I built an AI-Agent SDLC boilerplate because agents need governance before they start working

Carla G. June 30, 2026 Updated June 30, 2026 5 mins read

I built this because I kept running into the same problem with AI agents. They can move fast, but speed is not the same as control. The more I used agents for real work, the more obvious it became that the important part is not just what they can generate. It is how they are allowed to work.

AI-Agent SDLC Boilerplate banner showing a governed-agent-project ZIP and terminal output for governance files, agents, evals, scripts, and app setup.

That is where governance comes in.

I do not mean governance as a huge policy document that nobody reads. I mean simple project rules that sit close to the work. What is the agent allowed to do? What is it not allowed to do? What data can it touch? What tools can it use? Who approves the work? What evidence does it need to leave behind?

Without that, an agent can look productive while still being risky. It can generate files, make confident claims, skip checks, use the wrong tool, or assume approval that was never given. That is fine for experiments. It is not fine when the agent is part of a delivery workflow.

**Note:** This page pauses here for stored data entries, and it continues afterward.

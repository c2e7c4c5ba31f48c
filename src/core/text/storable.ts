// Text a spreadsheet file can carry and bring back unchanged. XML 1.0, inside every xlsx, cannot
// hold control characters, half of a surrogate pair, U+FFFE or U+FFFF; a name holding one would
// come back altered (or not at all), so such names are refused where they are typed.

/** Control characters (tab, line breaks and DEL too: no name needs them), unpaired surrogates, non-characters. */
const UNSTORABLE =
  // eslint-disable-next-line no-control-regex -- control characters are what this finds
  /[\u0000-\u001F\u007F\uFFFE\uFFFF]|[\uD800-\uDBFF](?![\uDC00-\uDFFF])|(?<![\uD800-\uDBFF])[\uDC00-\uDFFF]/;

/** The first character of `text` a file cannot carry, as "U+0007", or undefined when there is none. */
export function unstorableCharacter(text: string): string | undefined {
  const m = UNSTORABLE.exec(text);
  if (!m) return undefined;
  return `U+${(m[0].codePointAt(0) ?? 0).toString(16).toUpperCase().padStart(4, '0')}`;
}
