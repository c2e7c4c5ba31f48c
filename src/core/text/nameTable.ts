// Tables keyed by names the user chose (cases, buses, tags, sheets). A plain object literal
// inherits from Object.prototype, so a case called "toString" would find a function there and
// one called "__proto__" would replace the prototype instead of adding an entry. These tables
// have no prototype, and reads look at own entries only, so every name is just a name.

/** An empty table (or one filled from entries) with no prototype. */
export function nameTable<T>(entries: Iterable<readonly [string, T]> = []): Record<string, T> {
  const table = Object.create(null) as Record<string, T>;
  for (const [k, v] of entries) table[k] = v;
  return table;
}

/** The entry for `name`, looking at the table's own entries only (never its prototype). */
export function entryOf<T>(table: Readonly<Record<string, T>> | undefined, name: string): T | undefined {
  return table !== undefined && Object.hasOwn(table, name) ? table[name] : undefined;
}
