// Text in a cell of the workbook document. The document holds a formula as text starting with
// '=', and the formula engine reads some other text as a value of another kind: "007" and
// "1e3" as numbers, "1/2/2020" and "12:30" as dates and times, "TRUE" as a truth value, "#N/A"
// as an error. Text that would be read as anything but itself is stored with a leading
// apostrophe, the mark spreadsheet programs use for "this is text": the engine shows it without
// the apostrophe, and every reader of the document takes the apostrophe off again.

/**
 * Numbers, percentages, currency, dates and times ("+5", ".5", "$5", "50%", "007", "1e3",
 * "1/2/2020", "1.5.20", "12:30") are digits or a colon among these characters, nothing else; a
 * time may also hold am/pm ("12:30 pm", "1:a"). Tags such as "10-P-101" or "2A" hold a letter and
 * stay as typed.
 */
const NUMBER_LIKE = /^[\d\s.,:/\-+$%eE]*[\d:][\d\s.,:/\-+$%eE]*$/;
const TIME_OF_DAY = /^(?=.*:)[\d\s.,:/\-+$%eEaApPmM]*$/;

/** Would the engine read this text as something other than the text itself? (Errs on the safe side.) */
export function needsTextMark(text: string): boolean {
  if (text.startsWith('=') || text.startsWith("'")) return true;
  const t = text.trim();
  if (t === '') return text !== '';
  // Error values ("#N/A", "#REF!") start with '#'.
  if (t.startsWith('#') || NUMBER_LIKE.test(t) || TIME_OF_DAY.test(t)) return true;
  const upper = t.toUpperCase();
  return upper === 'TRUE' || upper === 'FALSE';
}

/** The cell content that shows exactly `text`. */
export function textContent(text: string): string {
  return needsTextMark(text) ? `'${text}` : text;
}

/** The text a text cell shows: its content without the leading apostrophe, if it has one. */
export function shownText(content: string): string {
  return content.startsWith("'") ? content.slice(1) : content;
}
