def _contributions(
    z: int,
    n: np.ndarray,
    l: np.ndarray,
    two_j: np.ndarray,
    mass_u: float,
    radius_fm: float,
    corr: Corrections,
) -> dict[str, np.ndarray]:
    """Every contribution to the energy, in units of m_e c^2 (arrays of n's shape)."""
    shape = np.shape(n)
    n, l, two_j = n.ravel(), l.ravel(), two_j.ravel()
    x = z * ALPHA
    nf = n.astype(float)
    lf = l.astype(float)
    kabs = (two_j + 1) * 0.5
    kappa = np.where(two_j == 2 * l + 1, -kabs, kabs)
    inv_n3 = nf**-3
    # states of each kind, as index arrays: s-only and p-only terms are evaluated on them
    i_s = np.flatnonzero(l == 0)
    i_p = np.flatnonzero(l == 1)
    i_l = np.flatnonzero(l <= 1)
    ns = nf[i_s]

    fm1, gamma = _dirac_terms(x, nf, kabs)
    out: dict[str, np.ndarray] = {"dirac": fm1}

    if corr.recoil:
        rho = M_E_U / mass_u  # m_e / m_N
        mu = 1.0 / (1.0 + rho)  # m_r / m_e
    else:
        rho, mu = 0.0, 1.0
    mu3 = mu**3
    log_x2 = math.log(x**-2)  # ln (Zα)^-2
    log_x2_m = log_x2 - math.log(mu)  # ln[(m_e/m_r) (Zα)^-2]
    # 1/(kappa (2l+1)), zero for s states
    with np.errstate(divide="ignore"):
        inv_k2l1 = np.where(l > 0, 1.0 / (kappa * (2.0 * lf + 1.0)), 0.0)
    harmonic_s = _harmonic(ns)  # 1 + 1/2 + ... + 1/n for the s states
    need_bethe = corr.self_energy or (corr.recoil and corr.higher_order)
    ln_k0 = _bethe_kernel(n, l) if need_bethe else None
    scale = (ALPHA / _PI * x**4) * inv_n3  # α(Zα)^4 / (π n^3)

    # ---- recoil: CODATA 2006 eqs. (26)-(29), (35)-(37)
    if corr.recoil:
        bg = inv_k2l1 * (x**4 * mu3 * rho**2 / 2.0) * inv_n3
        out["recoil"] = fm1 * (mu - 1.0) - fm1**2 * (mu**2 * rho / (2.0 * (1.0 + rho))) + bg
        if corr.higher_order:
            assert ln_k0 is not None  # need_bethe holds with recoil and higher orders
            lpos = np.maximum(lf, 1.0)
            # l >= 1 parts (zeroed for s states below and replaced by the s-state terms)
            a_n = 1.0 / (lpos * (lpos + 1.0) * (2.0 * lpos + 1.0))
            d60 = (3.0 - lf * (lf + 1.0) / nf**2) * 2.0 / ((4.0 * lpos**2 - 1.0) * (2.0 * lpos + 3.0))
            salpeter = (mu3 * rho * x**5 / _PI) * inv_n3 * (-8.0 / 3.0 * ln_k0 - 7.0 / 3.0 * a_n)
            higher = (rho * x**6) * inv_n3 * d60
            nuclear_se = (
                (4.0 * z**2 * ALPHA * x**4 / (3.0 * _PI) * mu3 * rho**2) * inv_n3 * (-ln_k0) if rho > 0 else 0.0 * fm1
            )
            total = salpeter + higher + nuclear_se
            # s states: replace the l >= 1 a_n and D60 by their s forms, add the s-only terms
            a_n_s = -2.0 * (_LN2 - np.log(ns) + harmonic_s + 1.0 - 1.0 / (2.0 * ns))
            mass_log = (
                -2.0 / (1.0 - rho**2) * (math.log1p(rho) - rho**2 * math.log1p(1.0 / rho)) if rho > 0 else 0.0
            )
            inv_s3 = inv_n3[i_s]
            total[i_s] = (
                (mu3 * rho * x**5 / _PI) * inv_s3
                * (log_x2 / 3.0 - 8.0 / 3.0 * ln_k0[i_s] - 1.0 / 9.0 - 7.0 / 3.0 * a_n_s + mass_log)
                + (rho * x**6) * inv_s3 * (4.0 * _LN2 - 3.5 - 11.0 / (60.0 * _PI) * x * log_x2**2)
                + (mu3 * rho * ALPHA * x**5 / _PI**2) * inv_s3
                * (
                    6.0 * _ZETA3 - 2.0 * _PI**2 * _LN2 + 35.0 * _PI**2 / 36.0 - 448.0 / 27.0
                    + 2.0 / 3.0 * _PI * x * log_x2**2
                )
                + (
                    (4.0 * z**2 * ALPHA * x**4 / (3.0 * _PI) * mu3 * rho**2) * inv_s3
                    * (math.log((1.0 + 1.0 / rho) / x**2) - ln_k0[i_s])
                    if rho > 0
                    else 0.0
                )
            )
            out["recoil_higher_order"] = total

    # ---- one-loop self energy: CODATA 2006 eqs. (30)-(34)
    if corr.self_energy:
        # A40 = -4/3 ln k0 (+ 10/9 for s); magnetic-moment term -1/(2 kappa (2l+1)) with mu^2
        se = scale * (mu3 * (-4.0 / 3.0) * ln_k0 + mu**2 * (-0.5) * inv_k2l1)
        a50 = (139.0 / 32.0 - 2.0 * _LN2) * _PI
        se[i_s] += scale[i_s] * mu3 * (4.0 / 3.0 * log_x2_m + 10.0 / 9.0 + a50 * x)
        out["self_energy"] = se
        if corr.higher_order:
            lpos = np.maximum(lf, 1.0)
            a61 = (96.0 * nf**2 - 32.0 * lf * (lf + 1.0)) / (
                3.0 * nf**2 * (2 * lpos - 1) * (2 * lpos) * (2 * lpos + 1) * (2 * lpos + 2) * (2 * lpos + 3)
            )
            a61[i_s] = (
                4.0 * harmonic_s + 28.0 / 3.0 * _LN2 - 4.0 * np.log(ns) - 601.0 / 180.0 - 77.0 / (45.0 * ns**2)
            )
            np_ = nf[i_p]
            a61[i_p] += (1.0 - 1.0 / np_**2) * (2.0 / 15.0 + (two_j[i_p] == 1) / 3.0)
            coef = a61 * log_x2_m
            coef[i_s] -= log_x2_m**2  # A62 = -1 for s states
            coef[i_l] += _g_se(z, n[i_l], l[i_l], two_j[i_l])
            out["self_energy_higher_order"] = scale * (mu3 * x**2) * coef
            # two-loop corrections, CODATA 2006 eqs. (48)-(56); only l <= 1 beyond B40
            b40_mag = (_PI**2 * _LN2 / 2.0 - _PI**2 / 12.0 - 197.0 / 144.0 - 0.75 * _ZETA3) * inv_k2l1
            two_loop = (ALPHA / _PI) * scale * (mu**2 * b40_mag)
            b40 = 1.5 * _PI**2 * _LN2 - 10.0 * _PI**2 / 27.0 - 2179.0 / 648.0 - 2.25 * _ZETA3
            b50 = -21.55447  # Pachucki 1994; Eides & Shelyuto 1995 (from memory)
            psi_s = harmonic_s - 1.0 / ns  # psi(n) + gamma
            tail_s = 0.75 + psi_s - np.log(ns) - 1.0 / ns + 1.0 / (4.0 * ns**2)
            b62_s = 16.0 / 9.0 * (71.0 / 60.0 - _LN2 + psi_s - np.log(ns) - 1.0 / ns + 1.0 / (4.0 * ns**2))
            n_s = np.where(n[i_s] == 1, _N_BETHE[(1, 0)], _N_BETHE[(2, 0)])
            b61_s = (
                413581.0 / 64800.0 + 4.0 * n_s / 3.0 + 2027.0 * _PI**2 / 864.0 - 616.0 * _LN2 / 135.0
                - 2.0 * _PI**2 * _LN2 / 3.0 + 40.0 * _LN2**2 / 9.0 + _ZETA3
                + (304.0 / 135.0 - 32.0 * _LN2 / 9.0) * tail_s
            )
            f4_s = b40 + b50 * x + x**2 * (-8.0 / 27.0 * log_x2_m**3 + b62_s * log_x2_m**2 + b61_s * log_x2_m)
            two_loop[i_s] += (ALPHA / _PI) * scale[i_s] * mu3 * f4_s
            q_p = (np_**2 - 1.0) / np_**2
            f4_p = x**2 * (
                4.0 / 27.0 * q_p * log_x2_m**2
                + (4.0 / 3.0 * _N_BETHE[(2, 1)] + q_p * (166.0 / 405.0 - 8.0 / 27.0 * _LN2)) * log_x2_m
            )
            two_loop[i_p] += (ALPHA / _PI) * scale[i_p] * mu3 * f4_p
            out["two_loop"] = two_loop

    # ---- vacuum polarisation: CODATA 2006 eqs. (38)-(47); s states only at (Zα)^4, (Zα)^5
    if corr.vacuum_polarization:
        vp = np.zeros_like(fm1)
        vp[i_s] = scale[i_s] * mu3 * (-4.0 / 15.0 + 5.0 / 48.0 * _PI * x)
        out["vacuum_polarization"] = vp
        if corr.higher_order:
            vph = np.zeros_like(fm1)
            vph[i_l] = scale[i_l] * mu3 * x**2 * _state_lookup(_V60, n[i_l], l[i_l], two_j[i_l])
            wichmann_kroll = (19.0 / 45.0 - _PI**2 / 27.0) * x**2 + (1.0 / 16.0 - 31.0 * _PI**2 / 2880.0) * _PI * x**3
            muon = -4.0 / 15.0 * _ME_OVER_MMU**2 * (1.0 + _HADRONIC_OVER_MUON_VP)
            vph[i_s] += scale[i_s] * mu3 * (-2.0 / 15.0 * x**2 * log_x2_m + wichmann_kroll + muon)
            out["vacuum_polarization_higher_order"] = vph

    # ---- finite nuclear size: CODATA 2006 eqs. (59)-(62) (leading); relativistic form
    if corr.finite_size and radius_fm > 0.0:
        r_c = radius_fm * 1e-15 / LAMBDA_C_BAR  # r_rms in units of the reduced Compton wavelength
        fs = np.zeros_like(fm1)
        if corr.higher_order:
            # |kappa| <= 2; beyond, the shift is smaller by further powers of (R/lambdaC)^2 < 1e-3
            i_k = np.flatnonzero(kabs <= 2.0)
            sphere = math.sqrt(5.0 / 3.0) * r_c
            fs[i_k] = mu3 * _finite_size_relativistic(
                x, nf[i_k], kappa[i_k], kabs[i_k], fm1[i_k], gamma[i_k], sphere
            )
        else:
            fs[i_s] = 2.0 / 3.0 * mu3 * x**4 * inv_n3[i_s] * r_c**2
        out["finite_size"] = fs
    if corr.finite_size and corr.higher_order:
        a = int(round(mass_u))
        pol = _nuclear.nuclear_polarization_1s_hz(z, a) if a >= z else 0.0
        if pol:
            np_pol = np.zeros_like(fm1)
            np_pol[i_s] = pol / MEC2_HZ * inv_n3[i_s]
            out["nuclear_polarization"] = np_pol
    return {key: value.reshape(shape) for key, value in out.items()}


def _harmonic(n: np.ndarray) -> np.ndarray:
    """1 + 1/2 + ... + 1/n, vectorised."""
    return digamma(n + 1.0) + _EULER


# --------------------------------------------------------------------------------------
# Public API
# --------------------------------------------------------------------------------------


def level_contributions_hz(
    z: int,
    n,
    l,
    two_j,
    *,
    nuclear_mass_u: float,
    charge_radius_fm: float | None = None,
    corrections: Corrections = Corrections(),
) -> dict[str, np.ndarray]:
    """Each contribution to the energy of one-electron states, in Hz.

    Parameters are those of :func:`level_energies_hz`.

    Returns
    -------
    dict of str to numpy.ndarray
        Energies over h in Hz, keyed ``"dirac"`` (point nucleus of infinite mass,
        f(n, j) - 1), ``"recoil"``, ``"recoil_higher_order"``, ``"self_energy"``,
        ``"self_energy_higher_order"``, ``"two_loop"``, ``"vacuum_polarization"``,
        ``"vacuum_polarization_higher_order"``, ``"finite_size"``,
        ``"nuclear_polarization"`` (H and D only); only the switched-on ones are
        present. Their sum is :func:`level_energies_hz`.

    Raises
    ------
    QuantumNumberError, PhysicsInputError
        As :func:`level_energies_hz`.

    Examples
    --------
    >>> c = level_contributions_hz(1, 1, 0, 1, nuclear_mass_u=1.00727646658)
    >>> round(float(c["self_energy"]) / 1e9, 2)  # GHz; the whole 1S Lamb shift is 8.17 GHz
    8.39
    """
    z = _check_z(z)
    n_arr, l_arr, j_arr = _check_states(n, l, two_j)
    mass = _check_mass(nuclear_mass_u)
    if corrections.finite_size or charge_radius_fm is not None:
        radius = _resolve_radius(z, mass, charge_radius_fm)
    else:
        radius = 0.0
    terms = _contributions(z, n_arr, l_arr, j_arr, mass, radius, corrections)
    return {key: value * MEC2_HZ for key, value in terms.items()}
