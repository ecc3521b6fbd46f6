"""Fuzzing every input path: importers, quantity parsers, notation parsers and the JSON API.

Property everywhere: the call succeeds, or raises a :class:`~levels.errors.LevelsError`
subclass with a message - never another exception - and a refused write leaves
the store exactly as it was (canonical dump compared). Inputs are random bytes,
random text, and structured rows that are nearly valid (each field drawn from a
vocabulary of good, borderline and bad values), which reach the deeper checks.
Examples are bounded so the file runs in well under a minute.
"""

from __future__ import annotations

import csv
import io
import math

import pytest
from hypothesis import HealthCheck, example, given, settings
from hypothesis import strategies as st

from levels.errors import LevelsError
from levels.io.records import LEVEL_COLUMNS, LINE_FILE_COLUMNS, PEAK_COLUMNS
from levels.notation import (
    format_configuration,
    format_j,
    format_term,
    parse_configuration,
    parse_j,
    parse_spectrum,
    parse_term,
)
from levels.store.database import dump
from levels.units import density_m3, parse_quantity, temperature_k, wavelength_nm

from .conftest import DEMO

STORE = dict(deadline=None, database=None, suppress_health_check=[HealthCheck.function_scoped_fixture,
                                                                   HealthCheck.too_slow])
PURE = dict(deadline=None, database=None, max_examples=400)

# ----------------------------------------------------------------- vocabularies (good, borderline, bad)

SPECTRA = ["Li I", "Li I", "Na I", "H I", "He II", "C5+", "C+5", "Fe XXVI", "U XCII", "D I", "Xq I", "Li IV",
           "li i", "", " Na I ", "Li_I", "Li -1", "Li"]
CONFIGS = ["1s2.2s", "1s2.2p", "1s2.3d", "1s2.4f", "1s2.30s", "3s", "2p6", "1p", "1s3", "[He].2s", "[Xx].3s", "",
           "3s.3s", "99s", "2s2p", "1s2 2s", "2s0", "[He]"]
TERMS = ["2S", "2P°", "2Po", "2P*", "2D", "2F°", "3P", "1S", "", "2Q", "P2", "0S", "2[3]", "2J"]
JS = ["1/2", "3/2", "5/2", "7/2", "0", "1", "1.5", "-1/2", "5/3", "x", "", "1e2", "1/0", " 1/2 "]
ENERGIES = ["0", "0.0", "14903.66", "31283.08", "1e10", "1e11", "1.00001e11", "-1", "-0", "nan", "inf", "-inf",
            "1e400", "abc", "", "1_000", "0x10", "5e-324", "+1.5"]
NUMBERS = ["", "0", "0.01", "1", "-1", "nan", "inf", "1e300", "1e-320", "x", "2.5", "1e4"]
INTEGERS = ["", "0", "1", "2", "3", "4", "-1", "x", "1.0", "99999999999999999999"]
PARITIES = ["", "1", "-1", "+1", "even", "odd", "e", "o", "°", "2", "x"]
LABELS = ["1s2.2s 2S1/2", "1s2.2p 2P°1/2", "1s2.2p 2P°3/2", "1s2.3s 2S1/2", "1s2.3d 2D5/2", "1s2.3p 2P°3/2",
          "nope", "", "1s2.2s 2S1/2 "]
WAVELENGTHS = ["670.96", "670.791", "323.3", "0", "-5", "1e-4", "1e10", "1e9", "nan", "", "199.9", "x", "1e-3"]
MEDIA = ["air", "vacuum", "AIR", "Vacuum", "", "water"]
MULTIPOLES = ["", "E1", "M1", "E2", "e1", "E3", "2E1"]
VOCAB = {
    "spectrum": SPECTRA, "configuration": CONFIGS, "term": TERMS, "j": JS, "energy_cm1": ENERGIES,
    "unc_cm1": NUMBERS, "g": INTEGERS, "n": INTEGERS, "l": INTEGERS, "parity": PARITIES, "lifetime_s": NUMBERS,
    "lande_g": NUMBERS, "dataset": ["", "fuzz-set", "li/levels", "other"], "label": ["", "my label", "x" * 201],
    "lower": LABELS, "upper": LABELS, "wavelength_nm": WAVELENGTHS, "medium": MEDIA, "unc_nm": NUMBERS,
    "intensity": NUMBERS, "a_per_s": NUMBERS, "f_abs": NUMBERS, "multipole": MULTIPOLES, "note": ["", "ok", "a,b"],
    "peak_nm": WAVELENGTHS,
}
JUNK = st.text(alphabet=st.characters(blacklist_categories=("Cs",)), max_size=12)
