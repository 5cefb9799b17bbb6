"""The public functions and the public Profile and Recommendation, re-exported (with the errors
and the other public values, from their homes) by driftline/__init__.py. Each CLI verb is one
call of a function here plus printing.

This is the floor above every other (only cli/ sits higher): Profile and Recommendation
extend the values of results/ and recommendation/ with the outputs emit/ renders.
"""

from __future__ import annotations

import dataclasses as _dataclasses
import os as _os
from collections.abc import Callable as _Callable
from collections.abc import Mapping as _Mapping
from collections.abc import Sequence as _Sequence
from pathlib import Path as _Path
from typing import TYPE_CHECKING as _TYPE_CHECKING
from typing import Any as _Any
from typing import Unpack as _Unpack
from typing import overload as _overload

from driftline.core.jsontypes import JSONObject as _JSONObject
from driftline.core.options import ScanKeywords as _ScanKeywords
from driftline.core.options import ScanOptions
from driftline.emit.atomic import write_output as _write_output
from driftline.errors import (
    InputPathError,
    SchemaConflictError,
)
from driftline.errors import OptionError as _OptionError
from driftline.recommendation import Recommendation as _RecommendationValue
from driftline.recommendation import recommend as _recommend
from driftline.recommendation.options import RecommendOptions as _RecommendOptions
from driftline.recommendation.plan import JsonMode as _JsonMode
from driftline.recommendation.plan import OutputFormat as _OutputFormat
from driftline.results.landing import Landing as _LandingValue
from driftline.results.landing import dumps_set as _dumps_set
from driftline.results.landing import load_report_set as _load_report_set
from driftline.results.profile import Profile as _ProfileValue
from driftline.results.report import dumps as _dumps
from driftline.results.report import load_report as _load_report
from driftline.scanning.by_dataset import scan_landing as _scan_landing
from driftline.scanning.run import scan_with as _scan_with
from driftline.sources.datasets import Layout as _Layout
from driftline.sources.datasets import find_datasets as _find_datasets

if _TYPE_CHECKING:
    import polars as _pl
    import pyarrow as _pa

    # apply() imports its runner when it runs: a scan never needs it (driftline.ApplyResult is its own name).
    from driftline.applying.run import ApplyResult

    # The gate is imported by check() and diff() when they run: a scan never needs it.
    from driftline.gate.diff import Diff
    from driftline.gate.policy import Policy
    from driftline.gate.verdict import Verdict
    from driftline.results.tables import Tables as _Tables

So I built the AI-Agent SDLC Boilerplate as a quick setup for governed agent projects. The goal is to give teams a starting structure before implementation begins.

Instead of starting with:

Build this.

The project starts with:

What is this agent allowed to do?

That small change matters.

What the boilerplate sets up

The boilerplate helps set up the basic things I want in place before an agent starts touching files or making decisions.

scope
data boundaries
tool access
job roles
approval gates
evidence rules
policy checks
eval cases
release checks

It gives the project a simple governance layer before implementation starts. Not heavy. Just enough structure so the agent is not working from vibes.

The gate

The main check is:

npm run governance:check

If the required governance files are missing, if placeholders are still in the docs, or if approval has not been recorded, the check fails. That means the agent has to stop before implementation.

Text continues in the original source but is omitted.